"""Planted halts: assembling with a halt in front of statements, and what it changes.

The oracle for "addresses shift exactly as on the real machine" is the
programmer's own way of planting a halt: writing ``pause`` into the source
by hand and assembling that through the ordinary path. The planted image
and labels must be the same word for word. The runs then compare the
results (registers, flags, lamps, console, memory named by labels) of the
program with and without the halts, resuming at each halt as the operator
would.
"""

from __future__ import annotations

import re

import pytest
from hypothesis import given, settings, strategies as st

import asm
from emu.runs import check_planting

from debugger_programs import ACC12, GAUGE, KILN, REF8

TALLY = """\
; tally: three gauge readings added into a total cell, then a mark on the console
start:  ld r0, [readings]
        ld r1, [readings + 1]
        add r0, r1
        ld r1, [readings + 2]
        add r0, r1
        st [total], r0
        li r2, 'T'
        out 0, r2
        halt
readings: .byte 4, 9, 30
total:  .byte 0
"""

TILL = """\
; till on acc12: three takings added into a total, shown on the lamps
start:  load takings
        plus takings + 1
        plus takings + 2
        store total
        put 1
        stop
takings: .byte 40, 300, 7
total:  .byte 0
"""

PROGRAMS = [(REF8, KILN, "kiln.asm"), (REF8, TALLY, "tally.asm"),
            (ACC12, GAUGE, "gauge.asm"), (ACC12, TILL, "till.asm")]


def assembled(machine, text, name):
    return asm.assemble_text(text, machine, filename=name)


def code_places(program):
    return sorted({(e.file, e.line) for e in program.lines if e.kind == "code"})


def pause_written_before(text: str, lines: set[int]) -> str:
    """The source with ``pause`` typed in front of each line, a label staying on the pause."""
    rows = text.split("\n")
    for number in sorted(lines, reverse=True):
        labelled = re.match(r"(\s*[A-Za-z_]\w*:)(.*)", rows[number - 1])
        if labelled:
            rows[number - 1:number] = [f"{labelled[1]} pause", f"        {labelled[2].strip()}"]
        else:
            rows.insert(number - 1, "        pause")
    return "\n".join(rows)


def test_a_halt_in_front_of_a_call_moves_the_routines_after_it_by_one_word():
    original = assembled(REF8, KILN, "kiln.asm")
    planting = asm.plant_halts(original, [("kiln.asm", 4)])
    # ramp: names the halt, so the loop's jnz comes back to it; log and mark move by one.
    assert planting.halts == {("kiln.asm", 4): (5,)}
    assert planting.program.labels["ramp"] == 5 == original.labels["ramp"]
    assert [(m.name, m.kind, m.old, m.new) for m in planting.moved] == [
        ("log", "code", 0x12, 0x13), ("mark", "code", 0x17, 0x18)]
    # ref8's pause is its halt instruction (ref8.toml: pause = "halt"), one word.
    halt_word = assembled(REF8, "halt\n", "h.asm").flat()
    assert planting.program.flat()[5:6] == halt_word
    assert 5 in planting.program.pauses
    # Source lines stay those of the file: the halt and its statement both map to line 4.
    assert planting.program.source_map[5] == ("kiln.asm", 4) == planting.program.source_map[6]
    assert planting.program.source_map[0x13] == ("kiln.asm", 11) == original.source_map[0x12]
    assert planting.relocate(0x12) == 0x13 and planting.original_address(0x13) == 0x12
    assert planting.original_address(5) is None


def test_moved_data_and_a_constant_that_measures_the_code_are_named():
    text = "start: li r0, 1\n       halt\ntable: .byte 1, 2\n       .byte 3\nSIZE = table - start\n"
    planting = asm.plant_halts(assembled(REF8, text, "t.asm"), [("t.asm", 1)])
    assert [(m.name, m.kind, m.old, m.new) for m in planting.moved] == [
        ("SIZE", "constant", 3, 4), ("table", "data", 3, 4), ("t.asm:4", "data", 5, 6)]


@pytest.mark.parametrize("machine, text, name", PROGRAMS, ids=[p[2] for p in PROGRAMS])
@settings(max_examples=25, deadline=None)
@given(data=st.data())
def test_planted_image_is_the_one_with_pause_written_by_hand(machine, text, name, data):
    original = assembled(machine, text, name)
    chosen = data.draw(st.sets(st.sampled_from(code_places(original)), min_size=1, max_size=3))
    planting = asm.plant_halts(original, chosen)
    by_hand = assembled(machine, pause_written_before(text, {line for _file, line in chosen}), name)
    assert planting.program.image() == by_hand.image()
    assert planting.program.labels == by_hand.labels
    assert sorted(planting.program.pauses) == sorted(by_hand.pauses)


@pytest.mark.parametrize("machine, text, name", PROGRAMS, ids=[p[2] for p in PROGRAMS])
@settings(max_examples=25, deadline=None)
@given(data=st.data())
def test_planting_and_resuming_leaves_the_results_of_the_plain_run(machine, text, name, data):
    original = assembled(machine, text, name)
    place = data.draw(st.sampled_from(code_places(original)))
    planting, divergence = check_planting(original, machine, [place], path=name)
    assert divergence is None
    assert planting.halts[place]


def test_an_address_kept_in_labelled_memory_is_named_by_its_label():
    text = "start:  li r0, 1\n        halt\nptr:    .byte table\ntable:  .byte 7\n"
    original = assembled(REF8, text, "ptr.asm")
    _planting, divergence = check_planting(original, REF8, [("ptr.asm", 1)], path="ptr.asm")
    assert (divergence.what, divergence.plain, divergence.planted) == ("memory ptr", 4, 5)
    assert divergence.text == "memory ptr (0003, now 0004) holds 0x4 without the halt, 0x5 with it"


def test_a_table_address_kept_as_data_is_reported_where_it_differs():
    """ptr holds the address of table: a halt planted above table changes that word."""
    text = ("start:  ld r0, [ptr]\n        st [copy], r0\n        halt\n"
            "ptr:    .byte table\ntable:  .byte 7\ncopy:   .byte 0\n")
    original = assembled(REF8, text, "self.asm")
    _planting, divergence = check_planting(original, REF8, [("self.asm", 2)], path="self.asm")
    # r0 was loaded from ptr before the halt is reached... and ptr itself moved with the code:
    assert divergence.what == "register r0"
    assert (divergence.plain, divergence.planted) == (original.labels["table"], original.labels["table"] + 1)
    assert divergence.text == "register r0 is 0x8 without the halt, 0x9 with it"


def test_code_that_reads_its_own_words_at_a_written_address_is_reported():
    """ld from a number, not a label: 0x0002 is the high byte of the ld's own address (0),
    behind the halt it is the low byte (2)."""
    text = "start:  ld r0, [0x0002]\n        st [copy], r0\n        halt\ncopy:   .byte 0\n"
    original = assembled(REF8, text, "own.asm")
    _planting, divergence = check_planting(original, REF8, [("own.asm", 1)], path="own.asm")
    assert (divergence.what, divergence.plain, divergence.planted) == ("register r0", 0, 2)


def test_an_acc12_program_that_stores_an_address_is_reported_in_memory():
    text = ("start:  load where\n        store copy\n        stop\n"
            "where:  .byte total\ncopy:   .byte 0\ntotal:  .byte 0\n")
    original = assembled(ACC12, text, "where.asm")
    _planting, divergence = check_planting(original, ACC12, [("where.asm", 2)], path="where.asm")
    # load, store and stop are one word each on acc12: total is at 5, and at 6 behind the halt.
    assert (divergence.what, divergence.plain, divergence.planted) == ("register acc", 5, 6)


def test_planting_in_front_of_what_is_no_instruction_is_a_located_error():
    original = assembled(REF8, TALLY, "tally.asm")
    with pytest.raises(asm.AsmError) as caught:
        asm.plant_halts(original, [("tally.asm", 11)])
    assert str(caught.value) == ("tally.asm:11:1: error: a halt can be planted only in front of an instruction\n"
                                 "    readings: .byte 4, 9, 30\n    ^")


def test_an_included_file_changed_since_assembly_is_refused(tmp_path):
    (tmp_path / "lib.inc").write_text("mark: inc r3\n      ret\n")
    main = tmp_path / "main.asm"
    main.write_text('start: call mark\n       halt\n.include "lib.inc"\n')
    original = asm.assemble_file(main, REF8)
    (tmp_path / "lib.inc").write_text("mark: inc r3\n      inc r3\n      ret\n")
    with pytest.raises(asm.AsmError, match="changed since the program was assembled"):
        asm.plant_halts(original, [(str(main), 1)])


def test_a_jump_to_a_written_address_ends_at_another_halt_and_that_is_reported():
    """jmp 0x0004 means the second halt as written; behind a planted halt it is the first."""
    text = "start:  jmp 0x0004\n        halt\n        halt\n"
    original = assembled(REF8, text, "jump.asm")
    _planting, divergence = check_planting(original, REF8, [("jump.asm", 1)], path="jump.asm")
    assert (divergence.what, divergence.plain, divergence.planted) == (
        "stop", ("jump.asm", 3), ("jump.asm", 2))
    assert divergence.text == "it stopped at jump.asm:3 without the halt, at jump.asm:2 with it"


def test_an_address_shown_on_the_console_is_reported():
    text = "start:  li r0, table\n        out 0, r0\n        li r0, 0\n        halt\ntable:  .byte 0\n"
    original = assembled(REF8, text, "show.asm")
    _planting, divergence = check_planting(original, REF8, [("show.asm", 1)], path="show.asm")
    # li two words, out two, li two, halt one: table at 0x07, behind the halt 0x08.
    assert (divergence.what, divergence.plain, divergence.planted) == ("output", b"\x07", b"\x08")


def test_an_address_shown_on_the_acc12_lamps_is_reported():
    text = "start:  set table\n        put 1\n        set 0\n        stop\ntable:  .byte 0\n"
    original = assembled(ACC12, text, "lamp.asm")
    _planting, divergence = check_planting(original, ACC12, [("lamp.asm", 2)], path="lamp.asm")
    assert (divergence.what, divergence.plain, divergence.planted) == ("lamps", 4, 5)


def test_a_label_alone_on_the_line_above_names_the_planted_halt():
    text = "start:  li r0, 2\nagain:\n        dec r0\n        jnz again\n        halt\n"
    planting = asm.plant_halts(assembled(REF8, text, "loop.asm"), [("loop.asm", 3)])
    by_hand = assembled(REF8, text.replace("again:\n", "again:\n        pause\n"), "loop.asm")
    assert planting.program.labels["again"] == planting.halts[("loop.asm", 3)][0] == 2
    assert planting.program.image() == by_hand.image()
---
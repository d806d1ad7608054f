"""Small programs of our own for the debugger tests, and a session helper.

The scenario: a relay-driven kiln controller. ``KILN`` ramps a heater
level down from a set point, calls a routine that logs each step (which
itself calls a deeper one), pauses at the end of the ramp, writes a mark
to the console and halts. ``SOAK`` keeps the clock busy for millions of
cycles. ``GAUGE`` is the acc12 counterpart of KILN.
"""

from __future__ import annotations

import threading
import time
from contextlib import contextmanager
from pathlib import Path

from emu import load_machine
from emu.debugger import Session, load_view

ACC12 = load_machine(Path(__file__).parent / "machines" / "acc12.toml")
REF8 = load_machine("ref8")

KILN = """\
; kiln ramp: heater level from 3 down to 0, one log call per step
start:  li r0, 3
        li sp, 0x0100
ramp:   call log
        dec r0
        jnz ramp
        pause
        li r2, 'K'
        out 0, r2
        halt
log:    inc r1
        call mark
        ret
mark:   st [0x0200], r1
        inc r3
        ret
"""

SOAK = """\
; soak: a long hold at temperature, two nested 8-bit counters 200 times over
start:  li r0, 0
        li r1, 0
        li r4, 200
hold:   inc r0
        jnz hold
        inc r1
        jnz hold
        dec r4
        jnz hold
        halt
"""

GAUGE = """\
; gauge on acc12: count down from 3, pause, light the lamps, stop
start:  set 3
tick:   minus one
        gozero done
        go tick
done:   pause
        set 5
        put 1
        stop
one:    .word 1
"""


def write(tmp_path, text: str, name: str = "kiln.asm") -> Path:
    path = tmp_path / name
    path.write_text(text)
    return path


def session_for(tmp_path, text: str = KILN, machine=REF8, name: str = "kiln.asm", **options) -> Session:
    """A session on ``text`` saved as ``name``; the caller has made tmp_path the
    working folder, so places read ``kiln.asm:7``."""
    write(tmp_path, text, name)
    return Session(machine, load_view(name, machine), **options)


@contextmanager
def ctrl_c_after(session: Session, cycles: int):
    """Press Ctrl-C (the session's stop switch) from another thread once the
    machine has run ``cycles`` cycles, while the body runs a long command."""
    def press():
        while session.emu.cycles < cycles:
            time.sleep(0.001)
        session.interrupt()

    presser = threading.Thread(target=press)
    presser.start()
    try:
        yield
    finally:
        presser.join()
==
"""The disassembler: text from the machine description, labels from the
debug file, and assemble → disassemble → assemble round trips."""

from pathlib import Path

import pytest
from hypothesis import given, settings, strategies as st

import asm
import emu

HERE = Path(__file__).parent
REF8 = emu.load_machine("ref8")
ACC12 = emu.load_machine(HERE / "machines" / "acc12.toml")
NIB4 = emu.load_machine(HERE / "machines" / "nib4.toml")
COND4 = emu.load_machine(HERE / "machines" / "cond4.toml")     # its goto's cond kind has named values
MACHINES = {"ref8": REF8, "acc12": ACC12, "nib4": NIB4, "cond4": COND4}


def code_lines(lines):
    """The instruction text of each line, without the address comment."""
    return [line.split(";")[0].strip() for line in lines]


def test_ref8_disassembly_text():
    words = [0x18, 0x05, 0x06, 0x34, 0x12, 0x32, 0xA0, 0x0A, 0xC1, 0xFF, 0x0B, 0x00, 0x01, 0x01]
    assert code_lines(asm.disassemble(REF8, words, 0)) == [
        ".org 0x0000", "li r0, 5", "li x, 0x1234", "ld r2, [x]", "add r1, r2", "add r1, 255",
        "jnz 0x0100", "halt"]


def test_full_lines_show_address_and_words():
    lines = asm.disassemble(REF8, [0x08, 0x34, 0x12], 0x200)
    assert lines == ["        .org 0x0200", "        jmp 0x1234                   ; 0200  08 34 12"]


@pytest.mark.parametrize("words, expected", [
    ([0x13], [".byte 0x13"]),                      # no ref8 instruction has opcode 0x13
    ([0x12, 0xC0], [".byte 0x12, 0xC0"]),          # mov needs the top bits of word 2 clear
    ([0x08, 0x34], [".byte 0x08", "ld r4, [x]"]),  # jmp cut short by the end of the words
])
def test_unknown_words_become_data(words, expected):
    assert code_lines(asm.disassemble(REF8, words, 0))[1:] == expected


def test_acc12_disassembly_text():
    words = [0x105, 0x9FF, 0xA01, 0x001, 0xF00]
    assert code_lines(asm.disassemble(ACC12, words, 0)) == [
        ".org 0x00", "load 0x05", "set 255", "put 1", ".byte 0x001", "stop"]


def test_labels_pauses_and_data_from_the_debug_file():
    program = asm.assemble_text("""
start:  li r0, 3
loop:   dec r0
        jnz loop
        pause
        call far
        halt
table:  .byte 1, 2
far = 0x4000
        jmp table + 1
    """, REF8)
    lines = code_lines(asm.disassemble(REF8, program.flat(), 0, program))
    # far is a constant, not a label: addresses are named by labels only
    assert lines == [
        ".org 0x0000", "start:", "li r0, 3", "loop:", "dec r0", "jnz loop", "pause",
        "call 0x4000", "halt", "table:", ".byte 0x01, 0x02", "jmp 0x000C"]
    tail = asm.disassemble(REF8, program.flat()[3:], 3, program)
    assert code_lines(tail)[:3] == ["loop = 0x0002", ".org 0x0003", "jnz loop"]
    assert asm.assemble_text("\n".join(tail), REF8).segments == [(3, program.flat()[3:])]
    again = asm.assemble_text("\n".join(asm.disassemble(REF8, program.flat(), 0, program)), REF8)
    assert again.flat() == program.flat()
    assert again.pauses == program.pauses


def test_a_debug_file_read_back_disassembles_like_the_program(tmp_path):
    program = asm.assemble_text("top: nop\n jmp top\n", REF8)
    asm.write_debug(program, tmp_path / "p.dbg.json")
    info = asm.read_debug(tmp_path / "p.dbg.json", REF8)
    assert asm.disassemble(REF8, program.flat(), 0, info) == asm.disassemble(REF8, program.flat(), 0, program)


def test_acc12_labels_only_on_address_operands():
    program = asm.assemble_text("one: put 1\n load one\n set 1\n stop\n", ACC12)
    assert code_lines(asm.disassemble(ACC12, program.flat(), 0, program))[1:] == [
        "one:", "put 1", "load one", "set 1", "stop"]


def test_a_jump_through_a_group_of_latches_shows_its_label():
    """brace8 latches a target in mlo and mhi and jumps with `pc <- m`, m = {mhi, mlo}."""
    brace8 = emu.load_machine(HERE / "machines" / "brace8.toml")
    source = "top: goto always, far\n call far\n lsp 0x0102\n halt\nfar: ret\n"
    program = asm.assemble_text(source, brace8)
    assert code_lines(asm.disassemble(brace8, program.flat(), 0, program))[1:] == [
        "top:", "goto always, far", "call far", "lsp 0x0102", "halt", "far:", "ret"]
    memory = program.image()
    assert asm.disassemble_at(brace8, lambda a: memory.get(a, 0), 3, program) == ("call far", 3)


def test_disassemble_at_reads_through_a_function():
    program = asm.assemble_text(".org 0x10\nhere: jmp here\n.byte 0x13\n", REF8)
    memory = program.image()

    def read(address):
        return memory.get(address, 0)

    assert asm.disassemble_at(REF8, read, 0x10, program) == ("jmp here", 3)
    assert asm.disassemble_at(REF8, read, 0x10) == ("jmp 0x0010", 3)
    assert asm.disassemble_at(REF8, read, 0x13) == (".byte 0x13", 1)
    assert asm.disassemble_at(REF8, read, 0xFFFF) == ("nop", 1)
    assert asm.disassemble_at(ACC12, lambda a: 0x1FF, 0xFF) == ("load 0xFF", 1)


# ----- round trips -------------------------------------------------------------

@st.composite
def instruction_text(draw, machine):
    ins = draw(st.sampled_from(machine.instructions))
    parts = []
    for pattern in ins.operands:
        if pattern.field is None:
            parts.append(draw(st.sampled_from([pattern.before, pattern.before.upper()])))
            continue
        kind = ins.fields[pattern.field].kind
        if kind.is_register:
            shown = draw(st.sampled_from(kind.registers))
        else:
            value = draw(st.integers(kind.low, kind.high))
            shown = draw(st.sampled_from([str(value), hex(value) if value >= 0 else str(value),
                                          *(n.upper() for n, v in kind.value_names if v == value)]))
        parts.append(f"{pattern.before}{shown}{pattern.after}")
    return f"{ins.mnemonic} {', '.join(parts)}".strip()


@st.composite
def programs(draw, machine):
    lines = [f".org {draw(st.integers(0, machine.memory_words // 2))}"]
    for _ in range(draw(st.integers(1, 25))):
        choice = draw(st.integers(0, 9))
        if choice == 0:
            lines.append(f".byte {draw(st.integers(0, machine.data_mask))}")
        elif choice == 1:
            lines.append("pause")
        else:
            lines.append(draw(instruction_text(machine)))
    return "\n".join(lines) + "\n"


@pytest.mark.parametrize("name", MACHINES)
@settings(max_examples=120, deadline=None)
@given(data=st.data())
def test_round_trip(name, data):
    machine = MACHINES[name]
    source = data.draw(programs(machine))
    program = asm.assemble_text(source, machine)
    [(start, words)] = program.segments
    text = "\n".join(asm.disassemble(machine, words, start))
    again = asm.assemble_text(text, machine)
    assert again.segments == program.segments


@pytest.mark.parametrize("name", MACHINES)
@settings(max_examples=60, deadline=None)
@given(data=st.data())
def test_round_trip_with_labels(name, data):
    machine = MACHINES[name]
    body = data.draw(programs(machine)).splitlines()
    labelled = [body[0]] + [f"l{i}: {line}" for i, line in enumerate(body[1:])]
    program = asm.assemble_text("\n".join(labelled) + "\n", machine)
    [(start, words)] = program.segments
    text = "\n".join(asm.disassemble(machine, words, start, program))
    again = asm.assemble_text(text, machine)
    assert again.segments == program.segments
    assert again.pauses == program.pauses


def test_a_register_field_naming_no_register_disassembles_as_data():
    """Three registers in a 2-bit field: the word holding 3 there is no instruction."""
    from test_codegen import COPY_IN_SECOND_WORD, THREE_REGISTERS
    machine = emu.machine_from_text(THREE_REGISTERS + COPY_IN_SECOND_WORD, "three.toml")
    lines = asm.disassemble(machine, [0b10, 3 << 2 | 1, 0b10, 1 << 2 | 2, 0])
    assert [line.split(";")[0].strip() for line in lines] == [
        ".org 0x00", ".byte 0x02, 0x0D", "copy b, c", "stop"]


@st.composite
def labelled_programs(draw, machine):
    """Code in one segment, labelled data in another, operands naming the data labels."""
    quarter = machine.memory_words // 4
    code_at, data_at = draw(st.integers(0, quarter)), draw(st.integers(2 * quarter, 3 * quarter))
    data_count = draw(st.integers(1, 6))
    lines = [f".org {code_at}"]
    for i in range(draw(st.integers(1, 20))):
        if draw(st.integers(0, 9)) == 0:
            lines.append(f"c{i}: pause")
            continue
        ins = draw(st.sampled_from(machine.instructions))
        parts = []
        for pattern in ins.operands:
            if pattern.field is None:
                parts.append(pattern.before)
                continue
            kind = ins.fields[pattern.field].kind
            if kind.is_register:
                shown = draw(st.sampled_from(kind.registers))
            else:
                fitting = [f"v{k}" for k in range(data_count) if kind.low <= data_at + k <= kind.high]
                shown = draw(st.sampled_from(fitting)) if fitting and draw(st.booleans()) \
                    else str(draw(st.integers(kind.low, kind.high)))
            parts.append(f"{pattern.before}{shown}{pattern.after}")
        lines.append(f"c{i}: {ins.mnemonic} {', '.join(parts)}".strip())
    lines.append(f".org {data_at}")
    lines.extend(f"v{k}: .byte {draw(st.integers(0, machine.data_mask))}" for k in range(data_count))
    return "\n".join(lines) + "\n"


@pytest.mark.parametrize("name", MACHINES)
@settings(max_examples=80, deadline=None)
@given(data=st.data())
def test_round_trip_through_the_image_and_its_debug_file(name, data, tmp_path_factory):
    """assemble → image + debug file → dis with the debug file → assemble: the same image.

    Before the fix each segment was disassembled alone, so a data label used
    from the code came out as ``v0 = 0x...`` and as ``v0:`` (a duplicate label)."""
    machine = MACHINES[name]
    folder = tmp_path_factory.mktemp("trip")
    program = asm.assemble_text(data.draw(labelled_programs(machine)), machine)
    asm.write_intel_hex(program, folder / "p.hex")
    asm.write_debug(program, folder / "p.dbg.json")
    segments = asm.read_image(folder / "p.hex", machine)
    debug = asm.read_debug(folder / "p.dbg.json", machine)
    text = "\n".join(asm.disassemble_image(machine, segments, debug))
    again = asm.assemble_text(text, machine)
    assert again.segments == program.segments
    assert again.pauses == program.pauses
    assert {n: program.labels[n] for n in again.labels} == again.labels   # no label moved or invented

TASK REQUIREMENTS — Where does the word "cycles" appear in the listing? List each line that holds it.

YOUR RESPONSE —
cycles. ``GAUGE`` is the acc12 counterpart of KILN.
def ctrl_c_after(session: Session, cycles: int):
    machine has run ``cycles`` cycles, while the body runs a long command."""
        while session.emu.cycles < cycles:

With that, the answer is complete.